(Collected data entries)
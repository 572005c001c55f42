"""Maps: planes, grids, zones, enclosing shapes, GeoJSON and the memory bound.

The reference for the isotropic source is the far-field prediction equation of
FCC OET Bulletin 65, Edition 97-01 (1997), eq. (3): S = P G / (4 pi R^2), so the
zone of a limit S_lim is the disc R = sqrt(P G / (4 pi S_lim)) and its area pi R^2.
"""

from __future__ import annotations

import json
import math
import textwrap
import tracemalloc

import numpy as np
import pytest
from hypothesis import given, note, settings

from keepclear.fields import limits as limits_mod
from keepclear.fields import maps
from keepclear.fields.errors import InputError, ResourceError
from keepclear.fields.keepout import keepout_distances
from keepclear.fields.scenario import load_scenario

from ._cli import one_error_line, run
from ._edge_cases import _no_evaluation
from ._fuzz_strategies import EXPECTED_PLAUSIBILITY_WARNING, FUNCTION_FIXTURE, MAP_ARGS, check_map
from ._hypothesis import examples
from .conftest import ISOTROPIC

# ICNIRP 2020, Table 5: 10 W/m^2 (general public) and 50 W/m^2 (occupational) above 2 GHz.
S_GP_W_M2 = 10.0
S_OCC_W_M2 = 50.0


@pytest.fixture
def iso(write_scenario):
    scenario = load_scenario(write_scenario(ISOTROPIC))
    return scenario, keepout_distances(scenario)


def oet65_radius_m(power_w: float, gain: float, limit_w_m2: float) -> float:
    """FCC OET Bulletin 65 (1997), eq. (3) solved for R."""
    return math.sqrt(power_w * gain / (4 * math.pi * limit_w_m2))


# ------------------------------------------------------------------------- planes
def test_principal_planes_use_scenario_coordinates():
    plane = maps.principal_plane("xz", [1.0, 2.0, 3.0])
    st, offset = plane.to_plane(np.array([[4.0, 2.5, -1.0]]))
    assert st[0] == pytest.approx([4.0, -1.0]) and offset[0] == pytest.approx(-0.5)
    assert plane.centre_st_m == (1.0, 3.0)
    back = plane.to_scenario([4.0], [-1.0])
    assert back[0] == pytest.approx([4.0, 2.0, -1.0])
    assert "y = 2.00 m" in plane.description


def test_custom_plane_is_orthonormal_and_keeps_the_plane():
    plane = maps.custom_plane([0, 0, 1], [1, 1, 0], [1, 0, 1])
    assert np.linalg.norm(plane.u) == pytest.approx(1) and np.linalg.norm(plane.v) == pytest.approx(
        1
    )
    assert plane.u @ plane.v == pytest.approx(0, abs=1e-12)
    # The given v still lies in the plane (its offset along the normal is zero).
    assert np.array([1.0, 0.0, 1.0]) @ plane.normal == pytest.approx(0, abs=1e-12)


@pytest.mark.parametrize(
    ("u", "v", "option"),
    [([1, 0, 0], [2, 0, 0], "--v"), ([0, 0, 0], [0, 1, 0], "--u"), ([1, 0, 0], [0, 0, 0], "--v")],
)
def test_custom_plane_refuses_degenerate_axes(u, v, option):
    with pytest.raises(InputError) as err:
        maps.custom_plane([0, 0, 0], u, v)
    assert err.value.key == option


def test_boresight_plane_of_an_isotropic_source_is_xz(iso):
    scenario, _ = iso
    assert maps.boresight_plane(scenario).kind == "xz"


# -------------------------------------------------------------------------- grids
def test_grid_too_large_is_refused_before_allocating():
    plane = maps.principal_plane("xy", [0, 0, 0])
    tracemalloc.start()
    try:
        with pytest.raises(ResourceError) as err:
            maps.make_grid(plane, 10.0, pixels=4001, n_limits=2)
        _, peak = tracemalloc.get_traced_memory()
    finally:
        tracemalloc.stop()
    assert err.value.key == "--pixels" and "MiB" in err.value.message
    assert peak < 5_000_000  # nothing near the ~5 GB the grid would need was allocated
    with pytest.raises(ResourceError) as err:
        maps.make_grid(plane, 100.0, step_m=1e-3)
    assert err.value.key == "--step-m"


def test_grid_step_and_default_extent(iso):
    scenario, keepouts = iso
    plane = maps.principal_plane("xy", scenario.centre_m)
    half = maps.default_half_extent_m(scenario, keepouts, plane)
    radius = max(k.distance_m for k in keepouts)
    assert half >= max(2.0, 1.5 * radius)
    grid = maps.make_grid(plane, 1.0, step_m=0.1)
    assert grid.shape == (21, 21) and grid.step_m == pytest.approx(0.1)
    assert grid.s_m[10] == pytest.approx(0.0)


# ---------------------------------------------------------- zones vs keep-out
def test_contour_agrees_with_keepout_distance_isotropic(iso):
    """On the plane through the source the farthest contour point is the keep-out radius."""
    scenario, keepouts = iso
    plane = maps.principal_plane("xy", scenario.centre_m)
    run = maps.run_map(scenario, plane, keepouts, half_extent_m=2.0, pixels=81)
    step = run.result.grid.step_m
    for k in keepouts:
        zone = run.zones[k.limit_id][0]
        far = np.max(np.hypot(*zone.vertices().T))
        assert abs(far - k.distance_m) <= step, (k.limit_id, far, k.distance_m, step)
    # And both agree with OET 65 eq. (3) for the 100 W isotropic source (G = 1).
    r_gp = oet65_radius_m(100.0, 1.0, S_GP_W_M2)
    assert keepouts[0].distance_m == pytest.approx(r_gp, rel=2e-3)


def test_zone_area_is_the_disc_of_oet65_radius(iso):
    scenario, keepouts = iso
    plane = maps.principal_plane("xy", scenario.centre_m)
    run = maps.run_map(scenario, plane, keepouts, half_extent_m=1.5, pixels=101)
    for limit, s_lim in (
        ("icnirp-2020/general-public", S_GP_W_M2),
        ("icnirp-2020/occupational", S_OCC_W_M2),
    ):
        r = oet65_radius_m(100.0, 1.0, s_lim)
        zone = run.zones[limit][0]
        # Marching squares on log q inscribes the circle: chord error only, well under 1 %.
        assert zone.area_m2 == pytest.approx(math.pi * r**2, rel=0.01)
        assert not zone.clipped


def test_zone_on_a_parallel_plane_is_the_sphere_section(iso):
    scenario, keepouts = iso
    r = keepouts[0].distance_m
    height = 0.5
    plane = maps.principal_plane("xy", [0, 0, height])
    run = maps.run_map(scenario, plane, keepouts[:1], half_extent_m=1.2, pixels=121)
    far = np.max(np.hypot(*run.zones[keepouts[0].limit_id][0].vertices().T))
    section = maps.sphere_section(plane, scenario.centre_m, r)
    assert section is not None
    assert far == pytest.approx(section[1], abs=run.result.grid.step_m)
    assert section[1] == pytest.approx(math.sqrt(r**2 - height**2))


def test_zone_reaching_the_edge_is_flagged_clipped(iso):
    scenario, keepouts = iso
    plane = maps.principal_plane("xy", scenario.centre_m)
    run = maps.run_map(scenario, plane, keepouts, half_extent_m=0.5, pixels=21)
    assert run.zones["icnirp-2020/general-public"][0].clipped
    assert run.summary()["limits"][0]["clipped_at_map_edge"]


def _synthetic_map(q: np.ndarray, s: np.ndarray) -> maps.MapResult:
    plane = maps.principal_plane("xy", [0, 0, 0])
    grid = maps.Grid(plane, s, s)
    value = limits_mod.get_limit("icnirp-2020/general-public").at(2.45e9)
    zeros = np.zeros_like(q)
    return maps.MapResult(
        grid, q * value.power_density_w_m2, zeros, zeros, zeros, (value,), q[None]
    )


def test_annulus_zone_has_a_hole_with_the_right_area():
    # A synthetic quotient >= 1 on the ring 0.5 <= r <= 1: the area is pi (1 - 0.25).
    s = np.linspace(-1.5, 1.5, 301)
    ss, tt = np.meshgrid(s, s)
    r = np.hypot(ss, tt)
    q = 2.0 ** (1.0 - 4.0 * np.abs(r - 0.75))  # 2 at r = 0.75, exactly 1 at r = 0.5 and 1
    zone = maps.zone_of(_synthetic_map(q, s), "icnirp-2020/general-public")
    assert len(zone.polygons) == 1
    exterior, holes = zone.polygons[0]
    assert len(holes) == 1
    assert zone.area_m2 == pytest.approx(math.pi * (1.0 - 0.25), rel=0.01)
    # RFC 7946 sec. 3.1.6: exterior counter-clockwise, holes clockwise, rings closed.
    assert maps.ring_signed_area(exterior) > 0 and maps.ring_signed_area(holes[0]) < 0
    assert np.allclose(exterior[0], exterior[-1]) and np.allclose(holes[0][0], holes[0][-1])


# --------------------------------------------------------------------- GeoJSON
def test_geojson_structure(iso):
    scenario, keepouts = iso
    plane = maps.principal_plane("xy", scenario.centre_m)
    run = maps.run_map(scenario, plane, keepouts, half_extent_m=1.5, pixels=61)
    doc = json.loads(json.dumps(maps.map_geojson(run)))
    assert doc["type"] == "FeatureCollection"
    assert [f["properties"]["limit"] for f in doc["features"]] == list(scenario.limit_ids)
    for feature in doc["features"]:
        assert feature["type"] == "Feature"
        geometry = feature["geometry"]
        assert geometry["type"] == "MultiPolygon"
        assert len(geometry["coordinates"]) >= 1
        for polygon in geometry["coordinates"]:
            for ring in polygon:
                assert len(ring) >= 4 and ring[0] == ring[-1]
                assert all(len(p) == 2 and all(isinstance(c, float) for c in p) for p in ring)
        props = feature["properties"]
        assert props["area_m2"] > 0 and props["enclosing"]["circle"]["radius_m"] > 0
    assert doc["coordinate_units"] == "m"


# ------------------------------------------------------------- enclosing shapes
def test_enclosing_shapes_hold_the_zone(iso):
    scenario, keepouts = iso
    plane = maps.principal_plane("xy", scenario.centre_m)
    run = maps.run_map(scenario, plane, keepouts, half_extent_m=1.5, pixels=61)
    step = run.result.grid.step_m
    for k in keepouts:
        shapes = run.conservative_shapes(k.limit_id)
        assert shapes["circle"]["radius_m"] >= k.distance_m
        assert shapes["circle"]["radius_m"] <= k.distance_m + 2 * step
        lo, hi = shapes["box"]["x_m"]
        assert lo <= -k.distance_m and hi >= k.distance_m
        assert shapes["keepout_sphere_section_radius_m"] == pytest.approx(k.distance_m)


def test_cylinder_of_an_isotropic_source_is_the_sphere_bound(iso):
    """The exceedance volume of an isotropic source is the keep-out ball (OET 65 eq. (3))."""
    scenario, keepouts = iso
    for cyl, k in zip(maps.keepout_cylinders(scenario, keepouts), keepouts, strict=True):
        r = oet65_radius_m(100.0, 1.0, k.limit_w_m2)
        # Held, and widened by at most two radial steps (sampling + margin).
        assert r <= cyl.radius_m <= r + 2 * cyl.margin_m
        assert r <= cyl.z_max_m <= r + 2 * cyl.margin_m
        assert -r - 2 * cyl.margin_m <= cyl.z_min_m <= -r


def test_cylinder_holds_extra_points(iso):
    scenario, keepouts = iso
    far = {keepouts[0].limit_id: np.array([[3.0, 4.0, -7.0]])}
    cyl = maps.keepout_cylinders(scenario, keepouts, extra_points_m=far)[0]
    assert cyl.radius_m >= 5.0 and cyl.z_min_m <= -7.0


def test_convex_section_of_a_box():
    corners = np.array([[x, y, z] for x in (0, 2) for y in (0, 1) for z in (0, 1)], dtype=float)
    section = maps.convex_section(maps.principal_plane("xy", [0, 0, 0.5]), corners)
    closed = np.vstack([section, section[:1]])
    assert abs(maps.ring_signed_area(closed)) == pytest.approx(2.0)
    # A sheet cut across: a segment.
    sheet = np.array([[1, -1, 0], [1, 1, 0], [1, 1, 2], [1, -1, 2]], dtype=float)
    seg = maps.convex_section(maps.principal_plane("xy", [0, 0, 1]), sheet)
    assert seg.shape == (2, 2) and sorted(seg[:, 1]) == pytest.approx([-1, 1])
    assert maps.convex_section(maps.principal_plane("xy", [0, 0, 5]), corners) is None


def test_vertical_map_over_a_floor_starts_near_the_floor(write_scenario):
    scenario = load_scenario(
        write_scenario(
            ISOTROPIC.replace("[0.0, 0.0, 0.0]", "[0.0, 0.0, 1.0]")
            + """
[[reflector]]
point_m = [0.0, 0.0, 0.0]
normal = [0.0, 0.0, 1.0]
material = "concrete"
"""
        )
    )
    keepouts = keepout_distances(scenario)
    plane = maps.principal_plane("xz", scenario.centre_m)
    (cs, ct), half_height = maps.default_window_m(scenario, plane, 4.0, keepouts)
    bottom, top = ct - half_height, ct + half_height
    # From a tenth of the height below the floor to 2 m (> 1.25 keep-out) above the source.
    assert top == pytest.approx(1.0 + 2.0)
    assert bottom == pytest.approx(-0.1 * 3.0)
    run = maps.run_map(scenario, plane, keepouts, half_extent_m=4.0, pixels=81)
    assert run.result.grid.shape[1] == 81 and run.result.grid.shape[0] < 81
    assert run.result.grid.t_m[0] == pytest.approx(-0.3, abs=run.result.grid.step_m)


def test_a_singular_sample_counts_as_exceeding(iso, monkeypatch):
    """A model that returns NaN on its own source point must not crash or hide an exceedance."""
    scenario, keepouts = iso
    import keepclear.fields.maps.evaluation as maps_mod

    real = maps_mod.evaluate

    def with_nan(scen, points):
        res = real(scen, points)
        at_source = np.linalg.norm(np.asarray(points) - scen.centre_m, axis=1) < 1e-9
        res.power_density_w_m2[at_source] = np.nan
        return res

    monkeypatch.setattr(maps_mod, "evaluate", with_nan)
    grid = maps.make_grid(maps.principal_plane("xy", scenario.centre_m), 1.0, pixels=21)
    with pytest.warns(maps.ModelRangeWarning, match="singularity"):
        result = maps.evaluate_map(scenario, grid)
    assert np.all(np.isfinite(result.quotients))
    assert result.quotients[:, 10, 10].min() > 1e9


# ------------------------------------------------------------
# Fuzzing with random and broken input (hypothesis). What is checked, and against
# what, is listed in tests/_fuzz_strategies.py.


@EXPECTED_PLAUSIBILITY_WARNING
@settings(max_examples=examples(12), suppress_health_check=FUNCTION_FIXTURE)
@given(args=MAP_ARGS)
def test_map_arguments(tmp_path, args):
    """Map options at their edges (coordinates within the 1e6 m bound; beyond it is a known
    fault, see the edge-case tests), always on a tiny grid; --pixels comes first so a later --step-m
    meets it (refused as 'not both')."""
    path = tmp_path / "ok.toml"
    path.write_text(
        '[[source]]\nantenna = "dipole"\npower_w = 10.0\nposition_m = [0.0, 0.0, 1.0]\n',
        encoding="utf-8",
    )
    out = tmp_path / "out"
    out.mkdir(exist_ok=True)
    for old in out.iterdir():
        old.unlink()
    note(repr(args))
    check_map(path, out, args)


# ------------------------------------------------------------
# Numerical and file-system edges (singular points, band edges, bounds, atomic outputs).
# What is checked, and against what, is listed in tests/_edge_cases.py.


@pytest.mark.parametrize(
    "args",
    [["--pixels", "4001"], ["--pixels", "100000"], ["--step-m", "1e-9", "--extent-m", "100"]],
    ids=["4001 a side", "over the side bound", "tiny step"],
)
@pytest.mark.parametrize("command", ["map", "assess"])
def test_a_grid_too_large_is_refused_with_estimate_and_bound(
    write_scenario, tmp_path, monkeypatch, command, args
):
    path = write_scenario(ISOTROPIC)
    _no_evaluation(monkeypatch)
    out = tmp_path / "out"
    line = one_error_line(run(command, path, *args, "--out", out))
    assert args[0] in line
    assert "MiB" in line or "samples a side" in line  # the estimate ...
    assert "allowed" in line or "refused" in line  # ... and the bound
    assert not out.exists()


@pytest.mark.parametrize(
    "args",
    [["--extent-m", "1e300"], ["--height-m", "1e300"], ["--through", "1e300,0,0"]],
    ids=["extent", "height", "through"],
)
def test_map_coordinates_beyond_the_bound_are_refused(write_scenario, tmp_path, args):
    path = write_scenario(ISOTROPIC)
    one_error_line(run("map", path, "--pixels", "5", *args, "--csv", tmp_path / "m.csv"))


def test_map_extent_too_small_for_a_step_is_refused(write_scenario, tmp_path):
    path = write_scenario(ISOTROPIC)
    line = one_error_line(
        run("map", path, "--pixels", "5", "--extent-m", "5e-324", "--csv", tmp_path / "m.csv")
    )
    assert "--extent-m" in line


def test_map_outputs_never_overwrite_the_scenario(write_scenario):
    path = write_scenario(ISOTROPIC)
    for option in ("--png", "--svg", "--csv", "--npz", "--geojson"):
        line = one_error_line(run("map", path, "--pixels", "5", option, path))
        assert "overwrite" in line
    assert path.read_text(encoding="utf-8").strip() == textwrap.dedent(ISOTROPIC).strip()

#### Task description
The first line of the entries, the line with "S_OCC_W_M2 = 50.0", and every line between them should be retyped exactly, and nothing else.

#### Task solution
repository 572005c001c55f42
"""Maps: planes, grids, zones, enclosing shapes, GeoJSON and the memory bound.

The reference for the isotropic source is the far-field prediction equation of
FCC OET Bulletin 65, Edition 97-01 (1997), eq. (3): S = P G / (4 pi R^2), so the
zone of a limit S_lim is the disc R = sqrt(P G / (4 pi S_lim)) and its area pi R^2.
"""

from __future__ import annotations

import json
import math
import textwrap
import tracemalloc

import numpy as np
import pytest
from hypothesis import given, note, settings

from keepclear.fields import limits as limits_mod
from keepclear.fields import maps
from keepclear.fields.errors import InputError, ResourceError
from keepclear.fields.keepout import keepout_distances
from keepclear.fields.scenario import load_scenario

from ._cli import one_error_line, run
from ._edge_cases import _no_evaluation
from ._fuzz_strategies import EXPECTED_PLAUSIBILITY_WARNING, FUNCTION_FIXTURE, MAP_ARGS, check_map
from ._hypothesis import examples
from .conftest import ISOTROPIC

# ICNIRP 2020, Table 5: 10 W/m^2 (general public) and 50 W/m^2 (occupational) above 2 GHz.
S_GP_W_M2 = 10.0
S_OCC_W_M2 = 50.0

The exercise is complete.